Benedict was shouting again for them to stop struggling. An impersonal bombing was one thing, but the hands-on killing he was about to witness was too much for the idealistic physician to endure. Carver wrestled with Masterson while Benedict wrestled with his Hippocratic oath.

The neck chain broke and fell away to dangle from Carver’s hand. Masterson grunted and shifted his body forward, leaning over Carver. The sharp point of the cane was again at Carver’s throat. It had already penetrated flesh and he could feel warm blood trickling down the side of his neck.

He was going to die. It was impossible to comprehend, but it was true. He heard a high voice from his childhood, long-ago hide-and-seek . . . Ready or not! . . . Ready or not! . . .

There was a shower of ceramic pieces as Benedict brought the heavy orange lamp down on Masterson’s head.

The pressure on the cane lessened.

It disappeared altogether as Benedict raised what was left of the lamp base again and hit Masterson behind the ear.

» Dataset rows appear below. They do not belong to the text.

import { z } from 'zod';
import { idParam } from '@/lib/api/route';
import { FACILITY_ROLES, TEAM_ROLES } from '@/lib/policy';

export const teamRole = z.enum(TEAM_ROLES, 'Choose operator, analyst or PI.');
export const facilityRole = z.enum(FACILITY_ROLES, 'Choose steward or admin.');

export const inviteBody = z
  .object({
    email: z
      .string({ error: 'Enter an e-mail address.' })
      .trim()
      .toLowerCase()
      .pipe(z.email('Enter a valid e-mail address.').max(254, 'The e-mail address is too long.')),
    name: z
      .string()
      .trim()
      .max(120, 'The name may have at most 120 characters.')
      .optional()
      .transform((v) => (v ? v : null)),
    teamId: idParam.optional().nullable(),
    role: teamRole.optional().nullable(),
    facilityRole: facilityRole.optional().nullable(),
  })
  .superRefine((v, ctx) => {
    if (v.teamId && !v.role) ctx.addIssue({ code: 'custom', path: ['role'], message: 'Choose the role in the team.' });
    if (v.role && !v.teamId) ctx.addIssue({ code: 'custom', path: ['teamId'], message: 'Choose the team.' });
    if (!v.teamId && !v.facilityRole) {
      ctx.addIssue({ code: 'custom', path: ['teamId'], message: 'Choose a team and role, or a facility role.' });
    }
  });

export const membershipBody = z.object({ userId: idParam, teamId: idParam, role: teamRole });
export const membershipQuery = z.object({ userId: idParam, teamId: idParam });
export const facilityRoleBody = z.object({ userId: idParam, role: facilityRole });
export const userStatusBody = z.object({ isActive: z.boolean({ error: 'isActive must be true or false.' }) });
export const userIdParams = z.object({ userId: idParam });

export const createTeamBody = z.object({
  slug: z
    .string({ error: 'Enter a short name.' })
    .trim()
    .toLowerCase()
    .regex(/^[a-z][a-z0-9-]{1,63}$/, 'Use 2–64 lower-case letters, digits or hyphens, starting with a letter.'),
  name: z
    .string({ error: 'Enter the team name.' })
    .trim()
    .min(3, 'The name needs at least 3 characters.')
    .max(120, 'The name may have at most 120 characters.'),
  description: z
    .string()
    .trim()
    .max(2000, 'The description may have at most 2000 characters.')
    .optional()
    .transform((v) => (v ? v : null)),
});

This time it was heavy brass that struck thick skull, making a sound like a melon being thumped.

The crushing weight on Carver’s chest shifted as Masterson slumped unconscious.

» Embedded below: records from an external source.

test('two-colour phase scans bring their phase-delay curves, with phase of maximum and contrast', async ({
  browser,
}) => {
  test.setTimeout(300_000);
  const name = 'Ar 800 + 400 nm phase scan';
  const sender = await asUser(browser, DEMO.phaseAnalyst);
  const list = (await (await sender.page.request.get('/api/campaigns')).json()) as {
    campaigns: { id: number; name: string }[];
  };
  const cid = list.campaigns.find((c) => c.name === name)?.id;
  expect(cid, `seeded campaign "${name}"`).toBeDefined();
  await sendAndWait(sender.page, cid as number, 'Ar', 'two_color_phase', 12);
  await sender.context.close();

  const pi = await asUser(browser, DEMO.pi);
  await pi.page.goto('/comparisons');
  await pi.page.getByTestId(`pick-campaign-${cid}`).check();
  const panel = pi.page.getByTestId('phase-panel');
  await expect(panel).toBeVisible({ timeout: 30_000 });
  const api = await pi.page.request.get(`/api/comparisons/points?campaigns=${cid}`);
  const answer = (await api.json()) as {
    phaseCurves: { scanId: number; region: string; phaseRad: number[]; contrast: number; phaseOfMaxRad: number }[];
  };
  const firstRegion = answer.phaseCurves[0]!.region;
  const shown = answer.phaseCurves.filter((c) => c.region === firstRegion);
  expect(shown.length).toBeGreaterThan(0);
  const svg = panel.getByTestId('comparison-figure').locator('svg');
  await expect(svg).toHaveAttribute('data-series-count', String(shown.length));
  // one marker per phase of each curve, and the fit numbers in the table as the API gives them
  await expect(svg.locator('path title')).toHaveCount(shown.reduce((n, c) => n + c.phaseRad.length, 0));
  const table = panel.getByTestId('phase-table');
  for (const c of shown) {
    await expect(table).toContainText(c.phaseOfMaxRad.toFixed(3));
    await expect(table).toContainText(c.contrast.toFixed(3));
  }
  const [download] = await Promise.all([
    pi.page.waitForEvent('download'),
    panel.getByRole('button', { name: 'Curves (CSV)' }).click(),
  ]);
  const rows = readCsv(readFileSync((await download.path()) as string, 'utf8'));
  const h = rows.findIndex((r) => r[0] === 'curve');
  expect(rows.length - h - 1).toBe(shown.reduce((n, c) => n + c.phaseRad.length, 0));
  await panel.screenshot({ path: '.data/test/comparison-phase.png' });
  await pi.context.close();
});
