// Partial histograms of the chunk jobs of a split event file (table event_chunk_parts, migration
// 2026.12.06T01.00.00.event-chunks.ts). One row per (request, calibration, settings, software version, chunk
// index): storing a chunk again overwrites the row (and counts the run), never adds a second one.
import { QueryTypes } from 'sequelize';
import { getDb } from '@/lib/db';
import type { EventTally } from '@/reduction/events/kinematics';

export interface ChunkPartKey {
  reductionJobId: number;
  calibrationId: number;
  settingsId: number;
  softwareVersion: string;
}

export interface ChunkPart {
  chunkIndex: number;
  step: number;
  start: number;
  count: number;
  tally: EventTally;
  gridN: number;
  /** Counts per cell of the momentum grid, gridN × gridN, [p_y][p_x]. */
  hist: Float64Array;
  /** How often the chunk was stored (1 when it ran once). */
  runs: number;
}

/** float64 little-endian bytes of a histogram (explicit byte order: any machine may read it back). */
export function encodeHistogram(hist: Float64Array): Buffer {
  const buf = Buffer.allocUnsafe(hist.length * 8);
  for (let i = 0; i < hist.length; i++) buf.writeDoubleLE(hist[i] as number, i * 8);
  return buf;
}

export function decodeHistogram(buf: Buffer, cells: number): Float64Array {
  if (buf.length !== cells * 8) {
    throw new RangeError(`a stored chunk histogram has ${buf.length} bytes, expected ${cells * 8}`);
  }
  const out = new Float64Array(cells);
  for (let i = 0; i < cells; i++) out[i] = buf.readDoubleLE(i * 8);
  return out;
}

/** Stores (or overwrites) the part of one chunk. */
export async function putChunkPart(key: ChunkPartKey, part: Omit<ChunkPart, 'runs'>): Promise<void> {
  if (part.hist.length !== part.gridN * part.gridN) throw new RangeError('histogram does not match grid_n');
  const t = part.tally;
  await getDb().query(
    `INSERT INTO event_chunk_parts
       (reduction_job_id, calibration_id, settings_id, software_version, chunk_index, step_index, event_start,
        event_count, kept, near_node, gated, outside_grid, invalid, grid_n, counts, runs, created_at, updated_at)
     VALUES (:job, :cal, :set, :sw, :idx, :step, :start, :count, :kept, :nearNode, :gated, :outside, :invalid,
             :gridN, :counts, 1, NOW(3), NOW(3))
     ON DUPLICATE KEY UPDATE step_index = VALUES(step_index), event_start = VALUES(event_start),
       event_count = VALUES(event_count), kept = VALUES(kept), near_node = VALUES(near_node), gated = VALUES(gated),
       outside_grid = VALUES(outside_grid), invalid = VALUES(invalid), grid_n = VALUES(grid_n),
       counts = VALUES(counts), runs = runs + 1, updated_at = NOW(3)`,
    {
      replacements: {
        job: key.reductionJobId,
        cal: key.calibrationId,
        set: key.settingsId,
        sw: key.softwareVersion,
        idx: part.chunkIndex,
        step: part.step,
        start: part.start,
        count: part.count,
        kept: t.kept,
        nearNode: t.nearNode,
        gated: t.gated,
        outside: t.outsideGrid,
        invalid: t.invalid,
        gridN: part.gridN,
        counts: encodeHistogram(part.hist),
      },
      type: QueryTypes.INSERT,
    },
  );
}

/** Chunks stored so far for a request. */
export async function countChunkParts(key: ChunkPartKey): Promise<number> {
  const rows = (await getDb().query(
    `SELECT COUNT(*) AS n FROM event_chunk_parts
      WHERE reduction_job_id = ? AND calibration_id = ? AND settings_id = ? AND software_version = ?`,
    {
      replacements: [key.reductionJobId, key.calibrationId, key.settingsId, key.softwareVersion],
      type: QueryTypes.SELECT,
    },
  )) as { n: number | string }[];
  return Number(rows[0]?.n ?? 0);
}

/** The stored part of one chunk, or null. */
export async function readChunkPart(key: ChunkPartKey, chunkIndex: number): Promise<ChunkPart | null> {
  const rows = (await getDb().query(
    `SELECT chunk_index, step_index, event_start, event_count, kept, near_node, gated, outside_grid, invalid, grid_n,
            counts, runs
       FROM event_chunk_parts
      WHERE reduction_job_id = ? AND calibration_id = ? AND settings_id = ? AND software_version = ?
        AND chunk_index = ?`,
    {
      replacements: [key.reductionJobId, key.calibrationId, key.settingsId, key.softwareVersion, chunkIndex],
      type: QueryTypes.SELECT,
    },
  )) as Record<string, unknown>[];
  const r = rows[0];
  if (!r) return null;
  const gridN = Number(r.grid_n);
  return {
    chunkIndex: Number(r.chunk_index),
    step: Number(r.step_index),
    start: Number(r.event_start),
    count: Number(r.event_count),
    tally: {
      kept: Number(r.kept),
      nearNode: Number(r.near_node),
      gated: Number(r.gated),
      outsideGrid: Number(r.outside_grid),
      invalid: Number(r.invalid),
    },
    gridN,
    hist: decodeHistogram(r.counts as Buffer, gridN * gridN),
    runs: Number(r.runs),
  };
}

/** How often each stored chunk ran (chunk index → runs), for the job status and the tests. */
export async function chunkRuns(reductionJobId: number): Promise<Map<number, number>> {
  const rows = (await getDb().query(
    'SELECT chunk_index, runs FROM event_chunk_parts WHERE reduction_job_id = ? ORDER BY chunk_index',
    { replacements: [reductionJobId], type: QueryTypes.SELECT },
  )) as { chunk_index: number; runs: number }[];
  return new Map(rows.map((r) => [Number(r.chunk_index), Number(r.runs)]));
}

/** Removes every stored part of a request (after its merged result was committed). */
export async function deleteChunkParts(reductionJobId: number): Promise<void> {
  await getDb().query('DELETE FROM event_chunk_parts WHERE reduction_job_id = ?', { replacements: [reductionJobId] });
}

Smelling soy sauce, Carver shoved the huge body away, rolled onto his side, then managed to scoot to a wall and sit up, his back pressed hard against the rough plaster.

“I couldn’t let him kill you,” Benedict was saying, his eyes wide. “Useless, senseless death. There’s been enough of it.” He looked as if he might break and sob. Adelle, in a kind of trance, drifted over to him like a spirit in her flowing white sheet and stood next to him.

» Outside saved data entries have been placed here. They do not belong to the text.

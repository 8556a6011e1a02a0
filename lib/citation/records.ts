// Citation records of a campaign (C10, issue 14): DataCite Metadata Schema 4.x as XML and as the JSON of DataCite's
// REST API attributes, and a schema.org Dataset as JSON-LD (SCIENCE.md §11.3–§11.4). Pure functions of the
// campaign, its citation metadata and its file summary; no server imports, so tests and the browser can use them.
//
// Embargo: while a campaign is under embargo (embargo_until later than today) a record still cites the dataset —
// who made it, what it is, its DOI — but says nothing about its files (no size, format or file count), states
// embargoed access and the day the data become available (DataCite date type "Available"; schema.org
// isAccessibleForFree false and conditionsOfAccess). After that day the file summary is included.
import type { Dataset, WithContext } from 'schema-dts';
import { orcidUri } from './orcid';
import { type CitationBody, type Creator, creatorDisplayName } from './schema';
import { DATACITE_NAMESPACE, DATACITE_SCHEMA_VERSION, DATACITE_XSD } from './vocabulary';

export interface CitationContext {
  campaign: {
    id: number;
    name: string;
    target: string;
    wavelengthNm: number;
    experimentKind: string;
    embargoUntil: string | null;
  };
  citation: CitationBody;
  files: { count: number; totalBytes: number };
  /** Today, YYYY-MM-DD (UTC), passed in so the result does not depend on the clock. */
  today: string;
  /** The campaign's page in Lobeline (schema.org url). */
  landingUrl: string;
}

export const RESOURCE_TYPE = 'Photoelectron momentum images';
export const HDF5_MEDIA_TYPE = 'application/x-hdf5'; // SCIENCE.md §11.4 example encodingFormat

export function underEmbargo(ctx: Pick<CitationContext, 'campaign' | 'today'>): boolean {
  return !!ctx.campaign.embargoUntil && ctx.campaign.embargoUntil > ctx.today;
}

export function recordTitle(ctx: CitationContext): string {
  return ctx.citation.title ?? ctx.campaign.name;
}

/** DataCite mandatory properties (SCIENCE.md §11.3) that the metadata does not provide yet. */
export function missingForDataCite(ctx: CitationContext): string[] {
  const c = ctx.citation;
  const out: string[] = [];
  if (!c.doi) out.push('DOI (Identifier)');
  if (c.creators.length === 0) out.push('at least one creator');
  if (!c.publisher) out.push('publisher');
  if (c.publicationYear === null) out.push('publication year');
  return out;
}

export const spdxUri = (id: string) => `https://spdx.org/licenses/${id}.html`;
export const doiUri = (doi: string) => `https://doi.org/${doi}`;

function subjects(ctx: CitationContext): string[] {
  return [...ctx.citation.keywords];
}

function describeFiles(ctx: CitationContext): string[] {
  if (underEmbargo(ctx)) return [];
  const mib = ctx.files.totalBytes / (1024 * 1024);
  return [`${ctx.files.count} file${ctx.files.count === 1 ? '' : 's'}`, `${mib.toFixed(1)} MiB`];
}

// DATACITE JSON //

/** The `attributes` object of DataCite's REST API (JSON), schema 4.x property names [memory of the API docs]. */
export function dataciteJson(ctx: CitationContext): Record<string, unknown> {
  const c = ctx.citation;
  const embargo = underEmbargo(ctx);
  const dates: { date: string; dateType: string; dateInformation?: string }[] = [];
  if (embargo && ctx.campaign.embargoUntil) {
    dates.push({ date: ctx.campaign.embargoUntil, dateType: 'Available', dateInformation: 'End of embargo' });
  }
  const rightsList: Record<string, string>[] = [];
  if (c.licence) {
    rightsList.push({
      rights: c.licence,
      rightsUri: spdxUri(c.licence),
      rightsIdentifier: c.licence,
      rightsIdentifierScheme: 'SPDX',
      schemeUri: 'https://spdx.org/licenses/',
    });
  }
  rightsList.push(
    embargo
      ? { rights: 'Embargoed access', rightsUri: 'info:eu-repo/semantics/embargoedAccess' }
      : { rights: 'Open access', rightsUri: 'info:eu-repo/semantics/openAccess' },
  );
  return {
    doi: c.doi,
    identifiers: c.doi ? [{ identifier: c.doi, identifierType: 'DOI' }] : [],
    creators: c.creators.map(dataciteCreatorJson),
    titles: [{ title: recordTitle(ctx), lang: 'en' }],
    publisher: { name: c.publisher },
    publicationYear: c.publicationYear === null ? null : String(c.publicationYear),
    types: { resourceTypeGeneral: 'Dataset', resourceType: RESOURCE_TYPE },
    subjects: subjects(ctx).map((subject) => ({ subject })),
    dates,
    language: 'en',
    relatedIdentifiers: c.relatedIdentifiers.map((r) => ({
      relatedIdentifier: r.identifier,
      relatedIdentifierType: r.identifierType,
      relationType: r.relationType,
    })),
    sizes: describeFiles(ctx),
    formats: embargo ? [] : [HDF5_MEDIA_TYPE],
    version: c.version,
    rightsList,
    descriptions: c.description ? [{ description: c.description, descriptionType: 'Abstract', lang: 'en' }] : [],
    fundingReferences: c.funding.map((f) => ({
      funderName: f.funderName,
      ...(f.funderIdentifier
        ? { funderIdentifier: f.funderIdentifier, funderIdentifierType: f.funderIdentifierType ?? 'Other' }
        : {}),
      ...(f.awardNumber ? { awardNumber: f.awardNumber } : {}),
      ...(f.awardTitle ? { awardTitle: f.awardTitle } : {}),
    })),
    schemaVersion: DATACITE_NAMESPACE,
  };
}

function dataciteCreatorJson(p: Creator): Record<string, unknown> {
  return {
    name: creatorDisplayName(p),
    nameType: p.nameType,
    ...(p.nameType === 'Personal' ? { givenName: p.givenName ?? undefined, familyName: p.familyName } : {}),
    nameIdentifiers: p.orcid
      ? [{ nameIdentifier: orcidUri(p.orcid), nameIdentifierScheme: 'ORCID', schemeUri: 'https://orcid.org' }]
      : [],
    affiliation: p.affiliations.map((a) =>
      a.rorId
        ? {
            name: a.name,
            affiliationIdentifier: a.rorId,
            affiliationIdentifierScheme: 'ROR',
            schemeUri: 'https://ror.org',
          }
        : { name: a.name },
    ),
  };
}

// DATACITE XML //

/** Drops C0 control characters other than tab, newline and carriage return: XML 1.0 does not allow them at all. */
function dropForbidden(s: string): string {
  let out = '';
  for (const ch of s) {
    const c = ch.charCodeAt(0);
    if (c < 0x20 && c !== 0x09 && c !== 0x0a && c !== 0x0d) continue;
    out += ch;
  }
  return out;
}

export function escapeXml(s: string): string {
  return dropForbidden(s)
    .replace(/&/g, '&amp;')
    .replace(/</g, '&lt;')
    .replace(/>/g, '&gt;')
    .replace(/"/g, '&quot;')
    .replace(/'/g, '&apos;');
}

type Attrs = Record<string, string | null | undefined>;
const attrs = (a: Attrs) =>
  Object.entries(a)
    .filter(([, v]) => v !== null && v !== undefined && v !== '')
    .map(([k, v]) => ` ${k}="${escapeXml(v as string)}"`)
    .join('');
const el = (name: string, a: Attrs, content: string, indent: string) =>
  `${indent}<${name}${attrs(a)}>${escapeXml(content)}</${name}>`;
const group = (name: string, children: string[], indent: string) =>
  children.length === 0 ? [] : [`${indent}<${name}>`, ...children, `${indent}</${name}>`];

/**
 * DataCite XML (kernel-4 namespace). Throws when a mandatory property is missing (missingForDataCite): a record
 * without them is not a DataCite record, so the route answers with the list instead.
 */
export function dataciteXml(ctx: CitationContext): string {
  const missing = missingForDataCite(ctx);
  if (missing.length > 0) throw new Error(`DataCite record incomplete: ${missing.join(', ')}`);
  const j = dataciteJson(ctx);
  const c = ctx.citation;
  const i1 = '  ';
  const i2 = '    ';
  const i3 = '      ';
  const creators = c.creators.map((p) => {
    const lines = [`${i2}<creator>`, el('creatorName', { nameType: p.nameType }, creatorDisplayName(p), i3)];
    if (p.nameType === 'Personal') {
      if (p.givenName) lines.push(el('givenName', {}, p.givenName, i3));
      if (p.familyName) lines.push(el('familyName', {}, p.familyName, i3));
    }
    if (p.orcid) {
      lines.push(
        el('nameIdentifier', { nameIdentifierScheme: 'ORCID', schemeURI: 'https://orcid.org' }, orcidUri(p.orcid), i3),
      );
    }
    for (const a of p.affiliations) {
      lines.push(
        el(
          'affiliation',
          a.rorId
            ? { affiliationIdentifier: a.rorId, affiliationIdentifierScheme: 'ROR', schemeURI: 'https://ror.org' }
            : {},
          a.name,
          i3,
        ),
      );
    }
    lines.push(`${i2}</creator>`);
    return lines.join('\n');
  });
  const rights = (j.rightsList as Record<string, string>[]).map((r) =>
    el(
      'rights',
      {
        'xml:lang': 'en',
        rightsURI: r.rightsUri,
        rightsIdentifier: r.rightsIdentifier,
        rightsIdentifierScheme: r.rightsIdentifierScheme,
        schemeURI: r.schemeUri,
      },
      r.rights ?? '',
      i2,
    ),
  );
  const dates = (j.dates as { date: string; dateType: string; dateInformation?: string }[]).map((d) =>
    el('date', { dateType: d.dateType, dateInformation: d.dateInformation }, d.date, i2),
  );
  const funding = c.funding.map((f) =>
    [
      `${i2}<fundingReference>`,
      el('funderName', {}, f.funderName, i3),
      ...(f.funderIdentifier
        ? [el('funderIdentifier', { funderIdentifierType: f.funderIdentifierType ?? 'Other' }, f.funderIdentifier, i3)]
        : []),
      ...(f.awardNumber ? [el('awardNumber', {}, f.awardNumber, i3)] : []),
      ...(f.awardTitle ? [el('awardTitle', {}, f.awardTitle, i3)] : []),
      `${i2}</fundingReference>`,
    ].join('\n'),
  );
  const lines = [
    '<?xml version="1.0" encoding="UTF-8"?>',
    `<!-- DataCite Metadata Schema ${DATACITE_SCHEMA_VERSION} record written by Lobeline -->`,
    `<resource xmlns="${DATACITE_NAMESPACE}" xmlns:xsi="http://www.w3.org/2001/XMLSchema-instance" xsi:schemaLocation="${DATACITE_NAMESPACE} ${DATACITE_XSD}">`,
    el('identifier', { identifierType: 'DOI' }, c.doi as string, i1),
    ...group('creators', creators, i1),
    ...group('titles', [el('title', { 'xml:lang': 'en' }, recordTitle(ctx), i2)], i1),
    el('publisher', { 'xml:lang': 'en' }, c.publisher as string, i1),
    el('publicationYear', {}, String(c.publicationYear), i1),
    el('resourceType', { resourceTypeGeneral: 'Dataset' }, RESOURCE_TYPE, i1),
    ...group(
      'subjects',
      subjects(ctx).map((s) => el('subject', { 'xml:lang': 'en' }, s, i2)),
      i1,
    ),
    ...group('dates', dates, i1),
    el('language', {}, 'en', i1),
    ...group(
      'relatedIdentifiers',
      c.relatedIdentifiers.map((r) =>
        el(
          'relatedIdentifier',
          { relatedIdentifierType: r.identifierType, relationType: r.relationType },
          r.identifier,
          i2,
        ),
      ),
      i1,
    ),
    ...group(
      'sizes',
      (j.sizes as string[]).map((s) => el('size', {}, s, i2)),
      i1,
    ),
    ...group(
      'formats',
      (j.formats as string[]).map((s) => el('format', {}, s, i2)),
      i1,
    ),
    ...(c.version ? [el('version', {}, c.version, i1)] : []),
    ...group('rightsList', rights, i1),
    ...group(
      'descriptions',
      c.description ? [el('description', { 'xml:lang': 'en', descriptionType: 'Abstract' }, c.description, i2)] : [],
      i1,
    ),
    ...group('fundingReferences', funding, i1),
    '</resource>',
  ];
  return `${lines.join('\n')}\n`;
}

// SCHEMA.ORG JSON-LD //

/** schema.org Dataset (SCIENCE.md §11.4): name and description, and the recommended properties the metadata has. */
export function datasetJsonLd(ctx: CitationContext): WithContext<Dataset> {
  const c = ctx.citation;
  const embargo = underEmbargo(ctx);
  const doc: WithContext<Dataset> = {
    '@context': 'https://schema.org',
    '@type': 'Dataset',
    name: recordTitle(ctx),
    description:
      c.description ??
      `Photoelectron momentum images of ${ctx.campaign.target} at ${ctx.campaign.wavelengthNm} nm (campaign "${ctx.campaign.name}").`,
    url: ctx.landingUrl,
    ...(c.doi
      ? {
          identifier: {
            '@type': 'PropertyValue',
            propertyID: 'DOI',
            value: c.doi,
            url: doiUri(c.doi),
          },
          sameAs: doiUri(c.doi),
        }
      : {}),
    ...(c.version ? { version: c.version } : {}),
    ...(c.keywords.length ? { keywords: c.keywords } : {}),
    ...(c.licence ? { license: spdxUri(c.licence) } : {}),
    creator: c.creators.map((p) =>
      p.nameType === 'Organizational'
        ? { '@type': 'Organization', name: p.organisationName ?? '' }
        : {
            '@type': 'Person',
            name: [p.givenName, p.familyName].filter(Boolean).join(' '),
            ...(p.givenName ? { givenName: p.givenName } : {}),
            ...(p.familyName ? { familyName: p.familyName } : {}),
            ...(p.orcid ? { identifier: orcidUri(p.orcid), sameAs: orcidUri(p.orcid) } : {}),
            ...(p.affiliations.length
              ? {
                  affiliation: p.affiliations.map((a) => ({
                    '@type': 'Organization' as const,
                    name: a.name,
                    ...(a.rorId ? { identifier: a.rorId } : {}),
                  })),
                }
              : {}),
          },
    ),
    ...(c.publisher ? { publisher: { '@type': 'Organization', name: c.publisher } } : {}),
    ...(c.publicationYear !== null ? { datePublished: String(c.publicationYear) } : {}),
    ...(c.funding.length
      ? {
          funding: c.funding.map((f) => ({
            '@type': 'Grant',
            ...(f.awardNumber ? { identifier: f.awardNumber } : {}),
            ...(f.awardTitle ? { name: f.awardTitle } : {}),
            funder: { '@type': 'Organization', name: f.funderName },
          })),
        }
      : {}),
    isAccessibleForFree: !embargo,
    ...(embargo
      ? {
          conditionsOfAccess: `Under embargo until ${ctx.campaign.embargoUntil}: the files are not available before that day.`,
        }
      : {
          encodingFormat: HDF5_MEDIA_TYPE,
          size: describeFiles(ctx).join(', '),
        }),
    variableMeasured: 'Photoelectron momentum distribution (counts per detector pixel)',
  };
  return doc;
}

Carver’s injured side caught fire with each gasp for oxygen. He was aware of footsteps clattering up the stairs. One of the tenants must have heard the fight and called the police.

Two uniformed cops were suddenly in the hall, filling it with blue. One of them was wielding his nightstick, the other had his nine-millimeter handgun drawn and was holding it low and pressed to his thigh, pointed at the floor.

“What’ve we got here?” the taller of the two asked, trying to be firm and in control but sounding afraid.

Carver attempted to tell him but couldn’t get the words out. When he tried to speak, the pain in his side erupted, cutting his breath short. He was afraid the pain, with the exhaustion and lack of oxygen, would cause him to lose consciousness. He tilted back his head. Maybe it would be easier to breathe that way. The hall had become dim, as if curtains had been drawn over the single window at the far end of the corridor. He heard sirens outside now, very close, down in the street.

Then the other cop was standing nearby at an angle and had his walkie-talkie close to his mouth. He was saying something about an ambulance. Carver couldn’t understand him or the garbled words coming out of the walkie-talkie. It sounded as if the cop might be underwater. Carver wondered if that could be the problem.

It was possible.

Just as possible as that Red Sea thing in the Bible. Water and miracles seemed to have a lot to do with each other. Wine into water . . .

The hall ceiling tilted and rose up and up, and the pain floated Carver away.